I am just about to play with the setting as per your instructions to see what the out come is.

Do i need to have the control input/output box's checked or not at this point.


----------



## mojogoes (Feb 11, 2008)

The vct light does not turn off but the switch labled tube modleing is turned down to 0 is this enough/ok...my connection to and from the s/c / preamp is made by a twin phono to twin jackplus and obviously with only one side connected as there is only one jackplug input on the preamp....is this ok or do i need a twin phono to a single jackplug conection.........it seems i'm not getting any responce from the mic-preamp rew says -48db lovel to low.


----------



## JohnM (Apr 11, 2006)

The soundcard connection is fine, as long as it is connected to the input you have selected in REW. If you show the VU meters in REW you can see if signal is appearing on the other input. Did you adjust the input gain and output level controls on the mic800? Does the mic800 VU meter show it is producing output?
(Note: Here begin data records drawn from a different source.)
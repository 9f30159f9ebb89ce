/**
 * A hash set of word strings (vertex sets as Uint32Array words, of any length), open addressing with
 * linear probing over typed arrays: the keys live end to end in one growing arena, so an entry costs a
 * few dozen bytes where a Map of Bitset objects costs kilobytes (measured: bench/results/exact.json),
 * and looking a set up allocates nothing. Entries are numbered 0, 1, 2, … in the order they were added
 * and never move, so their owners keep what they know of entry i in arrays of their own.
 */
export class SetTable {
  /** Entry index + 1 per slot; 0 is an empty slot. */
  private slots: Int32Array;
  private mask: number;
  private arena: Uint32Array;
  private arenaUsed = 0;
  private starts: Int32Array;
  private lengths: Int32Array;
  private hashes: Uint32Array;
  /** Entries added so far. */
  size = 0;

  constructor(initialSlots = 1 << 12) {
    const slots = 1 << Math.max(4, Math.ceil(Math.log2(initialSlots)));
    this.slots = new Int32Array(slots);
    this.mask = slots - 1;
    this.arena = new Uint32Array(slots * 2);
    this.starts = new Int32Array(slots >>> 1);
    this.lengths = new Int32Array(slots >>> 1);
    this.hashes = new Uint32Array(slots >>> 1);
  }

  /** How many entries the owners' per-entry arrays must hold now (grows by doubling). */
  get capacity(): number {
    return this.starts.length;
  }

  /** The FNV-1a hash of words[0 .. length), half-words at a time (the same as Bitset.hash). */
  static hash(words: Uint32Array, length: number): number {
    let h = 0x811c9dc5;
    for (let i = 0; i < length; i++) {
      const w = words[i]!;
      h = Math.imul(h ^ (w & 0xffff), 0x01000193);
      h = Math.imul(h ^ (w >>> 16), 0x01000193);
    }
    return h >>> 0;
  }

  /** The entry holding words[0 .. length), or -1. */
  find(words: Uint32Array, length: number, hash: number): number {
    const { slots, mask, arena, starts, lengths, hashes } = this;
    for (let s = hash & mask; ; s = (s + 1) & mask) {
      const at = slots[s]!;
      if (at === 0) return -1;
      const i = at - 1;
      if (hashes[i] !== hash || lengths[i] !== length) continue;
      const from = starts[i]!;
      let same = true;
      for (let j = 0; j < length; j++) {
        if (arena[from + j] !== words[j]) {
          same = false;
          break;
        }
      }
      if (same) return i;
    }
  }

  /** Adds words[0 .. length) (not present: call find first) and returns its entry index. */
  add(words: Uint32Array, length: number, hash: number): number {
    if ((this.size + 1) * 2 > this.slots.length) this.growSlots();
    if (this.size === this.starts.length) this.growEntries();
    if (this.arenaUsed + length > this.arena.length) {
      const bigger = new Uint32Array(Math.max(this.arena.length * 2, this.arenaUsed + length));
      bigger.set(this.arena.subarray(0, this.arenaUsed));
      this.arena = bigger;
    }
    const i = this.size++;
    this.arena.set(words.subarray(0, length), this.arenaUsed);
    this.starts[i] = this.arenaUsed;
    this.lengths[i] = length;
    this.hashes[i] = hash;
    this.arenaUsed += length;
    let s = hash & this.mask;
    while (this.slots[s] !== 0) s = (s + 1) & this.mask;
    this.slots[s] = i + 1;
    return i;
  }

  /** Bytes held by the table's arrays (what it would hold after growing is about twice this). */
  get bytes(): number {
    return this.slots.byteLength + this.arena.byteLength + this.starts.byteLength + this.lengths.byteLength + this.hashes.byteLength;
  }

  /** Word j of entry i's key. */
  word(i: number, j: number): number {
    return this.arena[this.starts[i]! + j]!;
  }

  /** Entry i's key, copied out. */
  key(i: number): Uint32Array {
    const from = this.starts[i]!;
    return this.arena.slice(from, from + this.lengths[i]!);
  }

  private growSlots(): void {
    const slots = new Int32Array(this.slots.length * 2);
    const mask = slots.length - 1;
    for (let i = 0; i < this.size; i++) {
      let s = this.hashes[i]! & mask;
      while (slots[s] !== 0) s = (s + 1) & mask;
      slots[s] = i + 1;
    }
    this.slots = slots;
    this.mask = mask;
  }

  private growEntries(): void {
    const n = this.starts.length * 2;
    this.starts = grown(this.starts, new Int32Array(n));
    this.lengths = grown(this.lengths, new Int32Array(n));
    this.hashes = grown(this.hashes, new Uint32Array(n));
  }
}

/** `to` with `from` copied into its start (to is the larger array). */
export function grown<T extends Int32Array | Uint32Array | Int16Array | Uint8Array>(from: T, to: T): T {
  to.set(from as never);
  return to;
}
Did you try plugging your SPL meter into the soundcard instead?


----------



## mojogoes (Feb 11, 2008)

Quote..
The soundcard connection is fine, as long as it is connected to the input you have selected in REW
Yes i had did this..

Quote...
If you show the VU meters in REW you can see if signal is appearing on the other input
Yes i also did this and noticed that it was on the wrong chanel so changed it over and at one stage i thought i had sorted because i had the vu meter signal on the right side chanel showing which i could adjust and lower with a lower mixer setting .........but alass when i took a measurement it didn't reach my target figure of 79db which i couldn't understand having set all the levels.....but i did notice the (calibrate s/c check box) in rew wasn't checked like the mic/meter one was/is

I have just brought up rew again and have now found that the s/c calibration check box ticked which has just left me gob smacked.


----------